- The Washington Times - Thursday, July 1, 2004

SAUDI ARABIA

Al Qaeda ideologue killed in clash

RIYADH — A firebrand cleric who issued religious decrees for an al Qaeda-linked terrorist group was killed yesterday during a car chase and shootout with police that also killed a policeman.

Abdullah Muhammad Rashid al-Roshoud, thought to be the chief ideologue for al Qaeda in the region, died in the clash in the al-Quds neighborhood in eastern Riyadh, a security official said.
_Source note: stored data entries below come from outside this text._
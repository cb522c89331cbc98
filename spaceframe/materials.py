"""Materials: elastic constants, density, thermal expansion and strengths, in SI.

Presets carry the source of every value.  Values marked "from memory" were
recalled from the named standard without the text in hand and should be
checked against it before design use.
"""

from __future__ import annotations

import difflib
import math
from collections.abc import Mapping
from dataclasses import dataclass
from types import MappingProxyType

from spaceframe.errors import ModelError

__all__ = ["PRESETS", "Material", "preset", "preset_names"]


@dataclass(frozen=True)
class Material:
    """An isotropic linear-elastic material, in SI.

    Raises
    ------
    ModelError
        From the constructor, on a non-positive or non-finite E, a negative
        density, a non-finite alpha or a non-positive strength.
    """

    #: The material's name, for messages and reports.
    name: str
    #: Young's modulus, Pa.
    E: float
    #: Mass density, kg/m³ (used for self-weight).
    density: float
    #: Coefficient of linear thermal expansion, 1/K.
    alpha: float = 0.0
    #: Nominal yield strength f_y, Pa, where the material has one.
    yield_strength: float | None = None
    #: Nominal ultimate tensile strength f_u, Pa.
    ultimate_strength: float | None = None
    #: Where the values come from.
    source: str = "user-defined"

    def __post_init__(self) -> None:
        if not (math.isfinite(self.E) and self.E > 0):
            raise ModelError(f"material {self.name!r}: E = {self.E!r} must be positive")
        if not (math.isfinite(self.density) and self.density >= 0):
            raise ModelError(
                f"material {self.name!r}: density = {self.density!r} must not be negative"
            )
        if not math.isfinite(self.alpha):
            raise ModelError(f"material {self.name!r}: alpha = {self.alpha!r} must be finite")
        for label, value in (("yield", self.yield_strength), ("ultimate", self.ultimate_strength)):
            if value is not None and not (math.isfinite(value) and value > 0):
                raise ModelError(
                    f"material {self.name!r}: {label} strength = {value!r} must be positive"
                )
        if (
            self.yield_strength is not None
            and self.ultimate_strength is not None
            and self.ultimate_strength < self.yield_strength
        ):
            raise ModelError(
                f"material {self.name!r}: ultimate strength {self.ultimate_strength!r} Pa is "
                f"below the yield strength {self.yield_strength!r} Pa"
            )


_STEEL_CONSTANTS = (
    "E and alpha: EN 1993-1-1:2005 §3.2.6(1) (E = 210 000 N/mm², alpha = 12e-6 per K); "
    "density 7850 kg/m³: common practice (77.0 kN/m³ with g = 9.81 m/s², the lower end of "
    "the 77.0-78.5 kN/m³ of EN 1991-1-1:2002 Annex A Table A.4; from memory)"
)


def _steel(name: str, fy_mpa: float | None, fu_mpa: float | None) -> Material:
    grade = (
        ""
        if fy_mpa is None
        else f"; f_y = {fy_mpa:g}, f_u = {fu_mpa:g} N/mm² for t <= 40 mm: EN 1993-1-1:2005 "
        "Table 3.1 for EN 10025-2 (from memory)"
    )
    return Material(
        name=name,
        E=210e9,
        density=7850.0,
        alpha=12e-6,
        yield_strength=None if fy_mpa is None else fy_mpa * 1e6,
        ultimate_strength=None if fu_mpa is None else fu_mpa * 1e6,
        source=_STEEL_CONSTANTS + grade,
    )


_ALUMINIUM = Material(
    name="aluminium",
    E=70e9,
    density=2700.0,
    alpha=23e-6,
    source=(
        "EN 1999-1-1:2007 §3.2.5 (E = 70 000 N/mm², density 2700 kg/m³, alpha = 23e-6 per K; "
        "from memory); strengths depend on alloy and temper, so none is preset"
    ),
)

_PRESETS: dict[str, Material] = {
    "steel": _steel("steel", None, None),
    "S235": _steel("S235", 235.0, 360.0),
    "S275": _steel("S275", 275.0, 430.0),
    "S355": _steel("S355", 355.0, 510.0),
    "aluminium": _ALUMINIUM,
}

#: Read-only table of preset materials by name.
PRESETS: Mapping[str, Material] = MappingProxyType(_PRESETS)

#: Other spellings accepted for preset names (compared case-insensitively).
_ALIASES = {"aluminum": "aluminium", "alu": "aluminium"}


def preset_names() -> list[str]:
    """Names of the preset materials."""
    return list(_PRESETS)


def preset(name: str) -> Material:
    """A preset material by name (case-insensitive; "aluminum" is accepted).

    Raises
    ------
    ModelError
        For an unknown name, with the closest preset names.
    """
    if isinstance(name, str):
        lowered = name.strip().lower()
        lowered = _ALIASES.get(lowered, lowered)
        for key, material in _PRESETS.items():
            if key.lower() == lowered:
                return material
    close = difflib.get_close_matches(str(name), list(_PRESETS) + list(_ALIASES), n=3)
    hint = f"; did you mean {' or '.join(repr(c) for c in close)}?" if close else ""
    raise ModelError(
        f"unknown material preset {name!r}{hint} (presets: {', '.join(_PRESETS)})"
    )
A former high school professor of Islamic studies, al-Roshoud was known for writing statements on Islamic Internet sites and issuing fatwas, or religious edicts, justifying terrorist attacks against the Saudi government and foreign influences in the kingdom.

CAMBODIA

Parties sign accord to share power

PHNOM PENH — Cambodia’s two main political parties signed an accord yesterday to share power, ending 11 months of political paralysis that had been delaying the country’s World Trade Organization bid and efforts to try Khmer Rouge suspects.

The agreement keeps Prime Minister Hun Sen at the helm of this impoverished Southeast Asian nation, after his reconciliation with royalist leader Prince Norodom Ranariddh.

PHILIPPINES

Arroyo vows reforms in new term

CEBU CITY — Gloria Macapagal Arroyo began a new six-year term as president of the Philippines yesterday, promising to drive through tough economic reforms that aim to benefit millions of the country’s poor at the expense of the wealthy elite.

Mrs. Arroyo, a 57-year-old economist, pledged to crack down on the corruption that dogs the country and called on the opposition to bury the hatchet.

BURMA

Suu Kyi to be able to contest elections

JAKARTA, Indonesia — Burma’s detained pro-democracy leader Aung San Suu Kyi will be allowed to run in elections, the Indonesian foreign minister said yesterday, quoting his Burmese counterpart.

The comments came at a meeting of foreign ministers of the Association of Southeast Asian Nations in Jakarta. Burma’s treatment of Mrs. Suu Kyi, the 1991 Nobel Peace Prize winner, is threatening to overshadow the summit and is testing the 10-member grouping’s core policy of noninterference in one another’s internal affairs.